Exercise. Of the entries below, restate word for word only the section that runs from the line with "struct matrix spare;" to the line with "void projection_evaluate(struct projection", counting both ends.

Collected data entries
Content starts

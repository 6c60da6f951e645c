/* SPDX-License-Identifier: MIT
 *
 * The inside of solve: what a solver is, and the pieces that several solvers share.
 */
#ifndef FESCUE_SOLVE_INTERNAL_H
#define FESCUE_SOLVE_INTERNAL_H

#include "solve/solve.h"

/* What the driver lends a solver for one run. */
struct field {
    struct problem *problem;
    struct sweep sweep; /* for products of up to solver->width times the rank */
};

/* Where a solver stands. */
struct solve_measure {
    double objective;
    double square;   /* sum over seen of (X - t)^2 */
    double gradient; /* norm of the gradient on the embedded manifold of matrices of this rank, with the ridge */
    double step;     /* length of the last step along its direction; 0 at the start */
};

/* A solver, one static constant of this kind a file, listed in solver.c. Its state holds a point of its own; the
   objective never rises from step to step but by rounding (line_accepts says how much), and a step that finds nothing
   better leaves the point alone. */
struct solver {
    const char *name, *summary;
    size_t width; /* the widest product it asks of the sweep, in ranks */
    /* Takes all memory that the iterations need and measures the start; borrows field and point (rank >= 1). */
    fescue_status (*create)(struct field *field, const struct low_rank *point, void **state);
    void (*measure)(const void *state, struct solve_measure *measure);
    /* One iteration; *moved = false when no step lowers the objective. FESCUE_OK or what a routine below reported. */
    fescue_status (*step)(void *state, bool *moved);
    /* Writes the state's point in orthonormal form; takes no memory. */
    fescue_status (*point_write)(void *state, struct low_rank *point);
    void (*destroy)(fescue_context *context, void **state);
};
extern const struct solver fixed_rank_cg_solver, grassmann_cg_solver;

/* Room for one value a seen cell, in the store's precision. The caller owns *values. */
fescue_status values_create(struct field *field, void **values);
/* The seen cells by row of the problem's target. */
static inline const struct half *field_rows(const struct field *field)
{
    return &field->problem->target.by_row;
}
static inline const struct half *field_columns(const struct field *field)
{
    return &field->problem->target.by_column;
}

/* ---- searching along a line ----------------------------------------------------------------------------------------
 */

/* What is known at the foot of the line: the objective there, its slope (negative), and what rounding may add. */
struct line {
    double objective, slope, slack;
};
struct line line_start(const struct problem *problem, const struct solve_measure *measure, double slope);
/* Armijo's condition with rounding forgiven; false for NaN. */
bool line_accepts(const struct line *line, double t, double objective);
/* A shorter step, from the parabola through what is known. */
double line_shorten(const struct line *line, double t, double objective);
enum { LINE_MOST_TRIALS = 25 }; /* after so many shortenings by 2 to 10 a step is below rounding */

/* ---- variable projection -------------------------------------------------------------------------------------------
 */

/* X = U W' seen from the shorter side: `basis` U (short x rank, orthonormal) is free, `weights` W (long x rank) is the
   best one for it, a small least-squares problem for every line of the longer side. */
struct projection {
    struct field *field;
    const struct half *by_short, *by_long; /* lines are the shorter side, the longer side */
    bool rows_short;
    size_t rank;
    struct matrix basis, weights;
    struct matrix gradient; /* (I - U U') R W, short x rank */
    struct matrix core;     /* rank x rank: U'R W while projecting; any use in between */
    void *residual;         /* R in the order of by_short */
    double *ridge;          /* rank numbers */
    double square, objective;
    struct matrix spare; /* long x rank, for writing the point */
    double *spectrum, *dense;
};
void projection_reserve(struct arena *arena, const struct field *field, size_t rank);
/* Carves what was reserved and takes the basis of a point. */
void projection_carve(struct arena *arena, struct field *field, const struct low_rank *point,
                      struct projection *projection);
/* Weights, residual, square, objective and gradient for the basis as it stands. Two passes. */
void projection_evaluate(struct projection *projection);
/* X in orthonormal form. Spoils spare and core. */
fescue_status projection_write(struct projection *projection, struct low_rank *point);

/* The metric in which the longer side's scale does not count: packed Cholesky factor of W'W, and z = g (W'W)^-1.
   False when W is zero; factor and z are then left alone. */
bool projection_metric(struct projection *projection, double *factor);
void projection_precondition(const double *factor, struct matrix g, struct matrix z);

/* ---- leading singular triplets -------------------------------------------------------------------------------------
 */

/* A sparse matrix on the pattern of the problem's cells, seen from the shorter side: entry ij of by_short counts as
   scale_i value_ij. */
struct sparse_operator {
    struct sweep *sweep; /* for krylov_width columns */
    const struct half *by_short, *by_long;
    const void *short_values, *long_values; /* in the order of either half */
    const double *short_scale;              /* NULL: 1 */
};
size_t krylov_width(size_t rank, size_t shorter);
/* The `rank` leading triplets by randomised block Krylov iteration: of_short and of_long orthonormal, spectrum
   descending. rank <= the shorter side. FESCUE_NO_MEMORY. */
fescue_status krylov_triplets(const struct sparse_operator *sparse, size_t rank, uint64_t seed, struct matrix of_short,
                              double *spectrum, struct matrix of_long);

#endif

Content ends

Finished exercise.
    struct matrix spare; /* long x rank, for writing the point */
    double *spectrum, *dense;
};
void projection_reserve(struct arena *arena, const struct field *field, size_t rank);
/* Carves what was reserved and takes the basis of a point. */
void projection_carve(struct arena *arena, struct field *field, const struct low_rank *point,
                      struct projection *projection);
/* Weights, residual, square, objective and gradient for the basis as it stands. Two passes. */
void projection_evaluate(struct projection *projection);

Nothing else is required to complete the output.